689
votes

In a Git code repository I want to list all commits that contain a certain word. I tried this

git log -p | grep --context=4 "word"

but it does not necessarily give me back the filename (unless it's less that five lines away from the word I searched for. I also tried

git grep "word"

but it gives me only present files and not the history.

How do I search the entire history so I can follow changes on a particular word? I intend to search my codebase for occurrences of word to track down changes (search in files history).

8

8 Answers

1013
votes

If you want to find all commits where the commit message contains a given word, use

$ git log --grep=word

If you want to find all commits where "word" was added or removed in the file contents (to be more exact: where the number of occurrences of "word" changed), i.e., search the commit contents, use a so-called 'pickaxe' search with

$ git log -Sword

In modern Git there is also

$ git log -Gword

to look for differences whose added or removed line matches "word" (also commit contents).

Note that -G by default accepts a regex, while -S accepts a string, but it can be modified to accept regexes using the --pickaxe-regex.

To illustrate the difference between -S<regex> --pickaxe-regex and -G<regex>, consider a commit with the following diff in the same file:

+    return !regexec(regexp, two->ptr, 1, &regmatch, 0);
...
-    hit = !regexec(regexp, mf2.ptr, 1, &regmatch, 0);

While git log -G"regexec\(regexp" will show this commit, git log -S"regexec\(regexp" --pickaxe-regex will not (because the number of occurrences of that string did not change).


With Git 2.25.1 (Feb. 2020), the documentation is clarified around those regexes.

See commit 9299f84 (06 Feb 2020) by Martin Ågren (``). (Merged by Junio C Hamano -- gitster -- in commit 0d11410, 12 Feb 2020)

diff-options.txt: avoid "regex" overload in the example \

Reported-by: Adam Dinwoodie
Signed-off-by: Martin Ågren
Reviewed-by: Taylor Blau

When we exemplify the difference between -G and -S (using --pickaxe-regex), we do so using an example diff and git diff invocation involving "regexec", "regexp", "regmatch", etc.

The example is correct, but we can make it easier to untangle by avoiding writing "regex.*" unless it's really needed to make our point.

Use some made-up, non-regexy words instead.

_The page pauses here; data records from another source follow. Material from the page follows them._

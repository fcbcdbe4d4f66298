"""Job intensities from task samples: the 8-hour TWA sum(C_i t_i)/480
(common practice in occupational hygiene, e.g. UK HSE EH40, from memory),
computed by hand here, feeding cumulative exposure."""

from datetime import date

import numpy as np
import pytest

from doseattr.analysis.config import analysis_from_dict
from doseattr.analysis.pipeline import run_analysis
from doseattr.errors import InputError

ERR = {"model": "linear", "err": 0.05, "per": 1.0, "max_dose": 50.0}
HISTORY = """\
worker,start,end,intensity
W1,2000-01-01,2005-07-01,
W1,2005-07-01,2012-01-01,0.5
W2,1995-03-15,2001-03-15,1.2
W3,2003-05-01,2008-05-01,
W4,1990-01-01,1999-12-31,0.8
"""
TASKS = """\
worker,start,concentration,minutes
W1,2000-01-01,2.0,120
W1,2000-01-01,0.5,300
W3,2003-05-01,4.0,60
"""


def run(tmp_path, history=HISTORY, tasks=TASKS):
    (tmp_path / "h.csv").write_text(history)
    (tmp_path / "t.csv").write_text(tasks)
    exposure = {"histories": "h.csv", "tasks": "t.csv", "as_of": "2020-01-01"}
    return run_analysis(analysis_from_dict({"unit": "mg/m3-years", "curve": ERR,
                                            "exposure": exposure}, base_dir=tmp_path))


def years(a: str, b: str) -> float:
    return (date.fromisoformat(b) - date.fromisoformat(a)).days / 365.25


def test_task_samples_give_the_jobs_intensity(tmp_path):
    """W1's first job: (2.0 x 120 + 0.5 x 300)/480 = 0.8125; W3's job:
    4.0 x 60/480 = 0.5 (unsampled minutes count as zero)."""
    r = run(tmp_path)
    got = {w["worker"]: w["cumulative"] for w in r.to_dict()["workers"]}
    expected = {"W1": 0.8125 * years("2000-01-01", "2005-07-01") + 0.5 * years("2005-07-01", "2012-01-01"),
                "W2": 1.2 * years("1995-03-15", "2001-03-15"),
                "W3": 0.5 * years("2003-05-01", "2008-05-01"),
                "W4": 0.8 * years("1990-01-01", "1999-12-31")}
    np.testing.assert_allclose([got[k] for k in expected], list(expected.values()), rtol=1e-12)
    assert any("task samples" in n for n in r.to_dict()["notes"])


def test_both_intensity_and_samples_are_refused(tmp_path):
    bad = HISTORY.replace("W3,2003-05-01,2008-05-01,", "W3,2003-05-01,2008-05-01,1.0")
    with pytest.raises(InputError, match=r"h.csv: row 5, column 'intensity': worker 'W3'.*both"):
        run(tmp_path, history=bad)


def test_samples_for_an_unknown_job_are_refused(tmp_path):
    bad = TASKS + "W2,1996-01-01,1.0,480\n"
    with pytest.raises(InputError, match=r"t.csv: row 5, column 'start': .*no such job"):
        run(tmp_path, tasks=bad)


def test_empty_intensity_without_samples_is_refused(tmp_path):
    bad = TASKS.replace("W3,2003-05-01,4.0,60\n", "")
    with pytest.raises(InputError, match=r"row 5, column 'intensity': empty intensity"):
        run(tmp_path, tasks=bad)


def test_negative_minutes_are_refused(tmp_path):
    bad = TASKS.replace("4.0,60", "4.0,-60")
    with pytest.raises(InputError, match=r"t.csv: row 4, column 'minutes'"):
        run(tmp_path, tasks=bad)
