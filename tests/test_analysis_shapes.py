r"""Published curve shapes entered in [curve] (issue 3 item 2):

* ``model = "saturating-exponential"``:
  :math:`RR(z) = 1 + \alpha(1 - e^{-\gamma z^\delta})` (Burnett et al. 2014,
  Environ Health Perspect 122:397, form from memory);
* ``model = "log-logistic-weighted"``:
  :math:`RR(z) = \exp\{\theta \ln(z/a + 1) / (1 + e^{-(z - \mu)/\nu})\}`
  (Burnett et al. 2018, PNAS 115:9592, form from memory);

both with :math:`z = \max(0, x - cf)`, ``cf`` the ``threshold``. The
expected values are the same formulas written out here and integrated over
a lognormal with scipy.integrate.quad (split at the kinks). The parameter
values are invented inputs, not the published sets.
"""

from __future__ import annotations

import math

import numpy as np
import pytest
from reference_integrals import expect_over
from scipy import stats

from doseattr.analysis.config import analysis_from_dict
from doseattr.analysis.pipeline import run_analysis
from doseattr.errors import InputError

GM, GSD = 10.0, 2.0
DIST = stats.lognorm(s=math.log(GSD), scale=GM)
SAT = {"model": "saturating-exponential", "alpha": 1.5, "gamma": 0.08, "delta": 1.3,
       "threshold": 2.4}
LLW = {"model": "log-logistic-weighted", "theta": 0.15, "theta_se": 0.03, "scale": 1.6,
       "midpoint": 15.5, "spread": 36.8, "threshold": 2.4}


def _run(curve, **extra):
    return run_analysis(analysis_from_dict({"unit": "ug/m3", "curve": curve,
                                            "exposure": {"gm": GM, "gsd": GSD}, **extra}))


def _sat_rr(x, a=1.5, g=0.08, d=1.3, cf=2.4):
    z = max(0.0, x - cf)
    return 1 + a * (1 - math.exp(-g * z ** d))


def _llw_rr(x, theta=0.15, a=1.6, mu=15.5, nu=36.8, cf=2.4):
    z = max(0.0, x - cf)
    return math.exp(theta * math.log(z / a + 1) / (1 + math.exp(-(z - mu) / nu)))


def _expected_rr_m(rr, m=0.0, kinks=(), cap=None):
    r""":math:`E[RR_m(g(X))]` with :math:`RR_m(x) = RR(\max(x, m))/RR(m)`, by
    scipy.integrate.quad split at the kinks; ``cap`` applies g(x) = min(x, cap)."""
    def rr_m(x):
        y = x if cap is None else min(x, cap)
        return rr(max(y, m)) / rr(m)

    return expect_over(rr_m, DIST, kinks, epsrel=1e-12, limit=200)


def test_saturating_exponential_against_quad():
    """PAF and a cap scenario's PIF, minimum-risk level 5 above the
    threshold 2.4."""
    r = _run(SAT, attribution={"minimum_risk": 5.0}, scenario=[{"name": "cap", "cap": 12.0}])
    e = _expected_rr_m(_sat_rr, 5.0, (2.4, 5.0))
    e_cap = _expected_rr_m(_sat_rr, 5.0, (2.4, 5.0, 12.0), cap=12.0)
    np.testing.assert_allclose(r.paf.estimate, 1 - 1 / e, rtol=1e-8)
    np.testing.assert_allclose(r.scenarios[0].pif.estimate, 1 - e_cap / e, rtol=1e-8)
    d = r.to_dict()["curve"]
    assert d["model"] == "saturating-exponential" and d["parameter_names"] == ["alpha", "gamma",
                                                                                "delta"]
    assert d["coefficients"] == [1.5, 0.08, 1.3] and d["covariance"] == [[0.0] * 3] * 3


def test_log_logistic_weighted_against_quad():
    r = _run(LLW)
    e = _expected_rr_m(_llw_rr, 0.0, (2.4,))
    np.testing.assert_allclose(r.paf.estimate, 1 - 1 / e, rtol=1e-8)


def test_held_flat_beyond_max_dose():
    """With max_dose (beyond = "flat" by default then) RR(x) = RR(min(x, max_dose))."""
    r = _run({**SAT, "max_dose": 20.0})
    e = _expected_rr_m(lambda x: _sat_rr(min(x, 20.0)), 0.0, (2.4, 20.0))
    np.testing.assert_allclose(r.paf.estimate, 1 - 1 / e, rtol=1e-8)
    assert r.curve.max_dose == 20.0


def test_theta_interval_is_the_paf_at_theta_percentiles():
    r"""Only theta varies, normal with SD ``theta_se``. log RR is theta times
    a non-negative function of x, so E[RR] and the PAF increase with theta
    and the PAF's 2.5th/97.5th percentiles are the PAF at theta's own,
    :math:`\theta \pm z_{0.975} se`, within Monte Carlo error (5 standard
    errors of a sample quantile, :math:`\sqrt{p(1-p)/D}/\varphi(z_p)` in SD
    units, asymptotic quantile variance)."""
    draws = 4000
    r = _run(LLW, uncertainty={"draws": draws, "seed": 8})
    z = stats.norm.ppf(0.975)
    tol = 5 * math.sqrt(0.025 * 0.975 / draws) / stats.norm.pdf(z)

    def paf(t):
        return 1 - 1 / _expected_rr_m(lambda x: _llw_rr(x, theta=t), 0.0, (2.4,))

    assert paf(0.15 - (z + tol) * 0.03) < r.paf.lower < paf(0.15 - (z - tol) * 0.03)
    assert paf(0.15 + (z - tol) * 0.03) < r.paf.upper < paf(0.15 + (z + tol) * 0.03)


@pytest.mark.parametrize("change, message", [
    ({"alpha": -1.2}, r"key 'alpha': alpha must be above -1"),
    ({"gamma": 0}, r"key 'gamma': gamma must be above 0"),
    ({"delta": -0.5}, r"key 'delta': delta must be above 0"),
    ({"gamma_se": -0.1}, r"key 'gamma_se': a standard error must be 0 or more"),
    ({"theta": 0.1}, r"key 'theta': 'theta' goes with model = \"log-logistic-weighted\""),
    ({"rr": 1.2}, r"key 'rr': model = \"saturating-exponential\" is entered with its "
                  r"parameters"),
    ({"beyond": "flat"}, r"key 'beyond': beyond = \"flat\" needs max_dose"),
    ({"per": 10}, r"key 'per': 'per' does not apply"),
    ({"threshold": -1}, r"key 'threshold': negative exposure"),
])
def test_bad_saturating_exponential(change, message):
    with pytest.raises(InputError, match=rf"\[curve\] {message}"):
        analysis_from_dict({"unit": "ug/m3", "curve": {**SAT, **change},
                            "exposure": {"gm": GM, "gsd": GSD}})


def test_missing_shape_parameter():
    curve = {k: v for k, v in LLW.items() if k != "spread"}
    with pytest.raises(InputError, match=r"\[curve\] key 'spread': missing key 'spread'"):
        analysis_from_dict({"unit": "ug/m3", "curve": curve, "exposure": {"gm": GM, "gsd": GSD}})


def test_shape_key_with_another_model():
    with pytest.raises(InputError, match=r"\[curve\] key 'alpha': 'alpha' goes with model = "
                                         r"\"saturating-exponential\""):
        analysis_from_dict({"unit": "ug/m3", "curve": {"model": "linear", "err": 0.1,
                                                       "alpha": 1.0},
                            "exposure": {"gm": GM, "gsd": GSD}})


def test_standard_error_too_large_for_normal_draws():
    """gamma - 5 SE = 0.08 - 0.1 < 0: normal draws of gamma would reach the
    invalid region, so the run is refused when draws are asked for."""
    with pytest.raises(InputError, match=r"\[curve\] key 'gamma_se': gamma_se is too large"):
        _run({**SAT, "gamma_se": 0.02}, uncertainty={"draws": 200})
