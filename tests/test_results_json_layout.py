"""results.json is written quickly whatever the number of strata (issue 15,
item 3): :func:`doseattr.outputs.write.indented_json` gives the text of
``json.dumps(obj, indent=2)`` (the standard library, the reference) for
nested data without long lists, the same data back through ``json.loads``
with long lists (one compact entry a line), and refuses NaN as json does.
The data are seeded random records."""

from __future__ import annotations

import json
import math

import numpy as np
import pytest

from doseattr.outputs.write import LONG_LIST, indented_json


def _record(rng: np.random.Generator, i: int) -> dict:
    return {"stratum": f"s{i}", "cases": float(rng.uniform(1, 100)), "own": bool(i % 2),
            "group": None, "estimate": {"estimate": float(rng.normal()), "lower": None},
            "tags": [], "empty": {}, "draws": [float(v) for v in rng.normal(size=3)]}


def test_short_lists_are_laid_out_as_json_indent_2():
    rng = np.random.default_rng(1506)  # simulation, seeded
    data = {"title": "x \"quoted\" é", "n": 3, "strata": [_record(rng, i) for i in range(5)],
            "nested": {"a": [1, 2, [3, {"b": []}]], "c": {}}, "flag": True}
    assert indented_json(data) == json.dumps(data, indent=2, allow_nan=False)


def test_long_lists_come_back_unchanged_one_entry_a_line():
    rng = np.random.default_rng(1507)
    n = 3 * LONG_LIST + 7
    data = {"burden": {"strata": [_record(rng, i) for i in range(n)]}, "x": list(range(n))}
    text = indented_json(data)
    assert json.loads(text) == data
    lines = text.splitlines()
    assert len(lines) < 2 * n + 20  # one line per entry of each long list, not one per field
    assert sum(line.strip().startswith('{"stratum"') for line in lines) == n


@pytest.mark.parametrize("bad", [math.nan, math.inf])
def test_non_finite_numbers_are_refused(bad):
    with pytest.raises(ValueError):
        indented_json({"a": [bad]})
    with pytest.raises(ValueError):
        indented_json({"a": [bad] * (LONG_LIST + 1)})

The git diff documentation now includes:

To illustrate the difference between -S<regex> --pickaxe-regex and -G<regex>, consider a commit with the following diff in the same file:

+    return frotz(nitfol, two->ptr, 1, 0);
...
-    hit = frotz(nitfol, mf2.ptr, 1, 0);

While git log -G"frotz\(nitfol" will show this commit, git log -S"frotz\(nitfol" --pickaxe-regex will not (because the number of occurrences of that string did not change).

262
votes

git log's pickaxe will find commits with changes including "word" with git log -Sword

33
votes

After a lot of experimentation, I can recommend the following, which shows commits that introduce or remove lines containing a given regexp, and displays the text changes in each, with colours showing words added and removed.

git log --pickaxe-regex -p --color-words -S "<regexp to search for>"

Takes a while to run though... ;-)

11
votes

One more way/syntax to do it is: git log -S "word"
Like this you can search for example git log -S "with whitespaces and stuff @/#ü !"

11
votes

You can try the following command:

git log --patch --color=always | less +/searching_string

or using grep in the following way:

git rev-list --all | GIT_PAGER=cat xargs git grep 'search_string'

Run this command in the parent directory where you would like to search.

1
votes

vim-fugitive is versatile for that kind of examining in Vim.

Use :Ggrep to do that. For more information you can install vim-fugitive and look up the turorial by :help Grep. And this episode: exploring-the-history-of-a-git-repository will guide you to do all that.

1
votes

To use a Boolean connector on a regular expression:

git log --grep '[0-9]*\|[a-z]*'

This regular expression searches for the regular expression [0-9]* or [a-z]* in commit messages.

-1
votes

If you want search for sensitive data in order to remove it from your Git history (which is the reason why I landed here), there are tools for that. GitHub as a dedicated help page for that issue.

Here is the gist of the article:

The BFG Repo-Cleaner is a faster, simpler alternative to git filter-branch for removing unwanted data. For example, to remove your file with sensitive data and leave your latest commit untouched), run:

bfg --delete-files YOUR-FILE-WITH-SENSITIVE-DATA

To replace all text listed in passwords.txt wherever it can be found in your repository's history, run:

bfg --replace-text passwords.txt

See the BFG Repo-Cleaner's documentation for full usage and download instructions.